I had one of the rods and the tip broke after one bend of the rod. Never used the reel.


----------



## cast n catch em18 (Jan 14, 2008)

I had gotten one for xmas and was really siked about trying it out so i put some line on it threw it on a rod and went out to the front yard, i wasnt impressed at all i didnt find it that smooth it was a little rough and i dont see that twitchin bar holding up that long so i took it back but thats just my opinion


----------



## Bass_turd (Jan 14, 2006)

went to the classic last weekend and looked at this reel in the daiwa booth. not to sure about it but have used a daiwa in the past without problems. I bought two e21 carrot stix combos with the megaforce reel on them. i spooled them up and have been pitching them around the house and they seem great!!! on the same note the carrot stix seem to be very great also


----------



## Procraftboats21 (Apr 6, 2004)

you like the carrot stix so far? i just got a 7'2 medium drop shot rod today from tackle warehouse, it feels awesome. might have to try it ice fishing saturday!!


----------



## Bass_turd (Jan 14, 2006)

have fooled around with them here at the house. pitching with the 6'9" one is awesome and casting with the 7'3" seem very nice. can't wait to get them out on the water. maybe going to find those farm ponds early this spring to give them a real test.

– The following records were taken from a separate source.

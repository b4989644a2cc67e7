import { html } from 'lit';
import type { TemplateResult } from 'lit';
import { live } from 'lit/directives/live.js';
import { fill } from '../../locales/fill.js';
import { MOST_CURRENCY } from '../../lot/check.js';
import { DEFAULT_FIGURES, DEFAULT_OPTIONS } from '../../lot/defaults.js';
import type { FigureInputEvent } from './figure-field.js';
import { onEnter } from './focus-order.js';
import { SectionElement } from './section.js';

/** Units of site figures that have no usual value, and of those that are typed in several. */
const UNITS: Readonly<Record<string, readonly string[]>> = {
  titrantStrength: ['mol/L', 'g/L'], titrantWeighedMass: ['g'], titrantFlaskVolume: ['L', 'mL'], buretteCapacityTyped: ['mL'], buretteToleranceTyped: ['mL'],
  oilPrice: ['¤/t', '¤/kg', '¤/L', '¤/US gal'], esterPrice: ['¤/t', '¤/kg', '¤/L', '¤/US gal'], methanolPrice: ['¤/kg', '¤/t', '¤/L', '¤/US gal'],
  sulfuricPrice: ['¤/kg', '¤/t'], 'vinegar.price': ['¤/L'], drawnOffPrice: ['¤/t', '¤/kg'], lowerLayerPrice: ['¤/t', '¤/kg'], energyPrice: ['¤/kWh'],
  energyBaseStep: ['kWh/t'], energyAcidPass: ['kWh/t'], hourPrice: ['¤/h'], hoursBaseStep: ['h', 'min'], hoursAcidPass: ['h', 'min'],
  ...Object.fromEntries(['blendingLimit', 'acceptedWater', 'acceptedInsolubles', 'settlement.baseFfa', 'settlement.waterAllowance', 'settlement.insolublesAllowance'].map((key) => [key, ['%', 'mg/kg']])),
  ...Object.fromEntries(['settlement.ffaRate', 'settlement.waterRate', 'settlement.insolublesRate'].map((key) => [key, ['¤/t per %']])),
  lowestArrival: ['°C', '°F'], highestArrival: ['°C', '°F'], iodineValue: [''], measuredOilDensity: ['kg/m³'], vesselVolume: ['L', 'm³', 'US gal'], methanolStep: ['L', 'mL', 'US gal'], catalystStep: ['g', 'kg', 'lb'], sulfuricStep: ['g', 'kg', 'lb'],
};

/** A section that edits the site profile: fields for its figures and options. */
export abstract class SiteSectionElement extends SectionElement {
  /** The option in force for the site: its own, else the usual one. */
  protected siteOption(key: string): string {
    return this.desk.site.options[key] ?? DEFAULT_OPTIONS[key] ?? '';
  }

  protected siteOptionField(key: string, wide = false): TemplateResult {
    return this.choiceField(key, this.siteOption(key), wide, undefined, (option) => this.editSite({ kind: 'option', key, option }));
  }

  /** The field for what the site calls its money. */
  protected currencyField(): TemplateResult {
    return html`<div>
      <label for="currency">${this.texts.fields.currency}</label>
      <div class="line" part="field-line">
        <input
          class="words"
          id="currency"
          data-field
          part="field-input"
          type="text"
          autocomplete="off"
          maxlength=${MOST_CURRENCY}
          placeholder="¤"
          .value=${live(this.desk.site.currency ?? '')}
          @input=${(event: InputEvent) => this.editSite({ kind: 'text', key: 'currency', text: (event.target as HTMLInputElement).value.trim() })}
          @keydown=${onEnter}
        />
      </div>
    </div>`;
  }

  /** A field for a figure of the site; what is usual stands in it with its source. */
  protected siteFigureField(key: string): TemplateResult {
    const { texts } = this;
    const usual = DEFAULT_FIGURES[key];
    const note = usual && fill(texts.site.source, { title: usual.source.title, mark: texts.marks[usual.source.mark] });
    return html`<esterway-figure
      exportparts="line: field-line, input: field-input"
      .label=${this.fieldLabel(key)}
      .figure=${this.desk.site.figures[key]}
      .standing=${usual}
      .units=${UNITS[key] ?? [usual?.unit ?? (key.endsWith('.price') ? '¤/kg' : '')]}
      .money=${this.desk.site.currency ?? ''}
      .problem=${key in this.desk.entry.figures ? undefined : this.problemAt(key)}
      .note=${usual?.source.mark === 'practice' ? texts.marks.practice : note}
      @figure-input=${(event: FigureInputEvent) => this.editSite({ kind: 'figure', key, figure: event.figure })}
    ></esterway-figure>`;
  }
}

How is the spinning models, thought about the drop shot rod also


----------



## devildog#1 (Jan 21, 2007)

I have four of the mega force rods two spinning and two casting and they have served me well for almost two years now. And I am rough on my gear. I was up at dicks the other day and seen them on sale for 12.00! I might get a few more. You don't always have to spend big to find good gear.


----------



## Procraftboats21 (Apr 6, 2004)

it is amazingly light, has a keeper below the first eye for your drop shot weight, its kinda handy


----------



## bigcats28 (Jul 23, 2006)

once again, thanks for the input guys. I had cabin fever really bad yesterday so I spooled her up with 14lb suffix siege (great line btw, highly recommend it for baitcast reels), put her on a rod, tied on a jig, and was pitching in my front yard. I have to say that I'm not disappointed one bit and for the price of the reel, there are no complaints what so ever.


----------



## FishJunky (May 20, 2004)

I'm a huge fan of Suffix. It's the only thing I use. From there braid to the smoke. A great line that is super smooth.


----------



## BigBassin144 (Mar 16, 2008)

I love Daiwa reels. I have not used the Megaforce, but heard it's a great reel for the price. I do however own a Viento and the twitchin' bar is amazing. I use my viento for worming. I plan on getting a MEgaForce when I am done building my Flippin' Stick.

*BB*


----------



## JPfishing (Mar 13, 2008)

FishJunky said:


> I'm a huge fan of Suffix. It's the only thing I use. From there braid to the smoke. A great line that is super smooth.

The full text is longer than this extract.